= WHAT THE TASK ASKS =
From the entries below, copy out all lines holding "statics".

[[ INPUT DATA, beginning ]]

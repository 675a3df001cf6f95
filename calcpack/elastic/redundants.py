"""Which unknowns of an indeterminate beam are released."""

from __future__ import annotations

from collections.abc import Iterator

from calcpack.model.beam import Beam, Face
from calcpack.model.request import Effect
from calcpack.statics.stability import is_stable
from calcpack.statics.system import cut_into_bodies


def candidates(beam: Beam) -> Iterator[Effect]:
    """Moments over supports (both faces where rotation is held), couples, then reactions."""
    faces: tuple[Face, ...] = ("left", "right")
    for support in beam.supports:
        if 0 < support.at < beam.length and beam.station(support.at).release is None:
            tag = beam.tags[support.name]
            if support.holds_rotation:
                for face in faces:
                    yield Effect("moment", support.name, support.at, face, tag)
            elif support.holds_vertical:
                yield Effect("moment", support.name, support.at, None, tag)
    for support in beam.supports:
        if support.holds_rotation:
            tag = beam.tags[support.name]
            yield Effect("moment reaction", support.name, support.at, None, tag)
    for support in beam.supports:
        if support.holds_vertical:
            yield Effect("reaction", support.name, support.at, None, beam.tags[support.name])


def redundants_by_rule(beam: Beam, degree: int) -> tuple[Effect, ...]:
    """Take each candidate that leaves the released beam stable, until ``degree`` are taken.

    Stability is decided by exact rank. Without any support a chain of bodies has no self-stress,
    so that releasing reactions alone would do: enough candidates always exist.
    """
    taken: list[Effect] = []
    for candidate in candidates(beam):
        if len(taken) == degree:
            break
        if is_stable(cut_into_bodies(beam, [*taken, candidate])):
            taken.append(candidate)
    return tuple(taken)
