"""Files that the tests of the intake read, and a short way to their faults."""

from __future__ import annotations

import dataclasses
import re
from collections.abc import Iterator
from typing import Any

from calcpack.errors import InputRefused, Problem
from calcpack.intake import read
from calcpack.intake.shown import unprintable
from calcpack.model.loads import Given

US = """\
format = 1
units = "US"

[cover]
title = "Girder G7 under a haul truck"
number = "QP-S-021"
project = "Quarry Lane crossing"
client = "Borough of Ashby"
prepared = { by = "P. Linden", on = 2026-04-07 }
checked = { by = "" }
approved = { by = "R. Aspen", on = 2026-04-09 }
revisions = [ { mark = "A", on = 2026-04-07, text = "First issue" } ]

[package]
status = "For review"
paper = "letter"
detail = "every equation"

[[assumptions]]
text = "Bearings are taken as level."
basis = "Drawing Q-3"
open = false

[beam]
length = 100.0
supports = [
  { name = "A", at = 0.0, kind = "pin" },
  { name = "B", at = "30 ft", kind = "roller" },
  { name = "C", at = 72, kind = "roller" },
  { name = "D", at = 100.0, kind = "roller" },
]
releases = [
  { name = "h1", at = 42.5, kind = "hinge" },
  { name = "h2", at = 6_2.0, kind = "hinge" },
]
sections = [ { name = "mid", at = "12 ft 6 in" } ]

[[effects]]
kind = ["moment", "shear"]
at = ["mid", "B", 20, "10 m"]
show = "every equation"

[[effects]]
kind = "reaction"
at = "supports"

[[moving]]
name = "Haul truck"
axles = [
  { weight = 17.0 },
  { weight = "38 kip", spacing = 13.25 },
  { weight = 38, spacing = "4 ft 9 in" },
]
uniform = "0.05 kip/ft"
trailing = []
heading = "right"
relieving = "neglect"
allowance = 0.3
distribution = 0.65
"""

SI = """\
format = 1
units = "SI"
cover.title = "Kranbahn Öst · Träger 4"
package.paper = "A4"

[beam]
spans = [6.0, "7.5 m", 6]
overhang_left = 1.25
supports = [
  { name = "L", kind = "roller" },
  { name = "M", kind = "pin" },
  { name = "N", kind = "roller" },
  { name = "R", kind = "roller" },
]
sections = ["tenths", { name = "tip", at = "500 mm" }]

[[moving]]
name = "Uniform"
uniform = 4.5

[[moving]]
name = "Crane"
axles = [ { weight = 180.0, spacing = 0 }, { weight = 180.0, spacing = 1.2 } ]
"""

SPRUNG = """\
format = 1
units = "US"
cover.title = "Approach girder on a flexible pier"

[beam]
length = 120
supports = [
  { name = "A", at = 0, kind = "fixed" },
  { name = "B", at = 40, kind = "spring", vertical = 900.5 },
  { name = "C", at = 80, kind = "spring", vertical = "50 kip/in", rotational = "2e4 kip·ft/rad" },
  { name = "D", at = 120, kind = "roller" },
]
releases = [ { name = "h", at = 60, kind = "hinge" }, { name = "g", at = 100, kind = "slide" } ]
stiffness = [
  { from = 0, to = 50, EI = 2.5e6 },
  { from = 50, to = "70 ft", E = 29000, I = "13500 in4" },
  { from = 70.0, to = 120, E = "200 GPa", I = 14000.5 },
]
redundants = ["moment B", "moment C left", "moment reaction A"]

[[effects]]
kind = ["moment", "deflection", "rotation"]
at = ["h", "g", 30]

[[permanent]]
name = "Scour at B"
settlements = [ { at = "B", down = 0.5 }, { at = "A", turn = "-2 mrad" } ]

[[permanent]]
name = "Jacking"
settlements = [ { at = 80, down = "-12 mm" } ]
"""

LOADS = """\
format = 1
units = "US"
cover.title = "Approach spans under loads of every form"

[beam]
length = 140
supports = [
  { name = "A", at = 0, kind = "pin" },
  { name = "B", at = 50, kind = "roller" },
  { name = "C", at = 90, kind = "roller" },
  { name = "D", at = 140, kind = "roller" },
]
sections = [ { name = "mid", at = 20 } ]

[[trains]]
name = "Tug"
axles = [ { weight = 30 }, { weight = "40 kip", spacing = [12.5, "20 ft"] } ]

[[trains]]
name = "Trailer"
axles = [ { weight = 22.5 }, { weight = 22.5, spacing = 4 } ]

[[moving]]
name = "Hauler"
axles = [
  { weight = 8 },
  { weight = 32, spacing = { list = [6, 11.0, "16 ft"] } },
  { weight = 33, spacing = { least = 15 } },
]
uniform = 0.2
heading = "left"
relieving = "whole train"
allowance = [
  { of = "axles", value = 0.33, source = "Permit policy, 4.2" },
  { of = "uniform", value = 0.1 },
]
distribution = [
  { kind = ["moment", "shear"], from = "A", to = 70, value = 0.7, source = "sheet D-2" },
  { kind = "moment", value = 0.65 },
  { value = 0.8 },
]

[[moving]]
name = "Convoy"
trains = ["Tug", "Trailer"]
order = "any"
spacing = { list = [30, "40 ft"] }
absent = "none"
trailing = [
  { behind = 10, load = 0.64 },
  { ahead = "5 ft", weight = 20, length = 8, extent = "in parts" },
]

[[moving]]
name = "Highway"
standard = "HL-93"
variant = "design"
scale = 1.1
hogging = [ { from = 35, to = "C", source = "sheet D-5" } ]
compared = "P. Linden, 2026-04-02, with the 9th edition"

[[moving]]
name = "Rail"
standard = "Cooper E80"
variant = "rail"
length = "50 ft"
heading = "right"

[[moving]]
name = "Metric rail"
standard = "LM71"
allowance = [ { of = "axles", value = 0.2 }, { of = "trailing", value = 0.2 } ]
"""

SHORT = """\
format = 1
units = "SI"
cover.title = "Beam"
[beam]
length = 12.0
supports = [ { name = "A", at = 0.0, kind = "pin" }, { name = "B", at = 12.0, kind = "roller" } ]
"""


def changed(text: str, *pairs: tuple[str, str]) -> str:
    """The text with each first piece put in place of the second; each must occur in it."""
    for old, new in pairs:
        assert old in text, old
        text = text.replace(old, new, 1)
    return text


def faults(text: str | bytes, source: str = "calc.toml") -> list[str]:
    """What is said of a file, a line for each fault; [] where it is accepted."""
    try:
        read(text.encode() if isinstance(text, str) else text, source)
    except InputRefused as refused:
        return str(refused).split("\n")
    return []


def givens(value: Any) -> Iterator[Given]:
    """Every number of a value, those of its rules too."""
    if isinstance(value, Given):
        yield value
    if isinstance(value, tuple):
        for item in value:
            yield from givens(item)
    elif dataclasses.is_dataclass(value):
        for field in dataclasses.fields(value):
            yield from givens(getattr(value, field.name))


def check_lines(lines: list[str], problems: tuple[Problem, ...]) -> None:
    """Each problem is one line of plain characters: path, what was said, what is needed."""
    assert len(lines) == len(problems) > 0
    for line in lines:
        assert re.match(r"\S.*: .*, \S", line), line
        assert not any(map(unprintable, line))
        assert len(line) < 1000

[[ INPUT DATA, end ]]

= RESPONSE AREA =
from calcpack.statics.stability import is_stable
from calcpack.statics.system import cut_into_bodies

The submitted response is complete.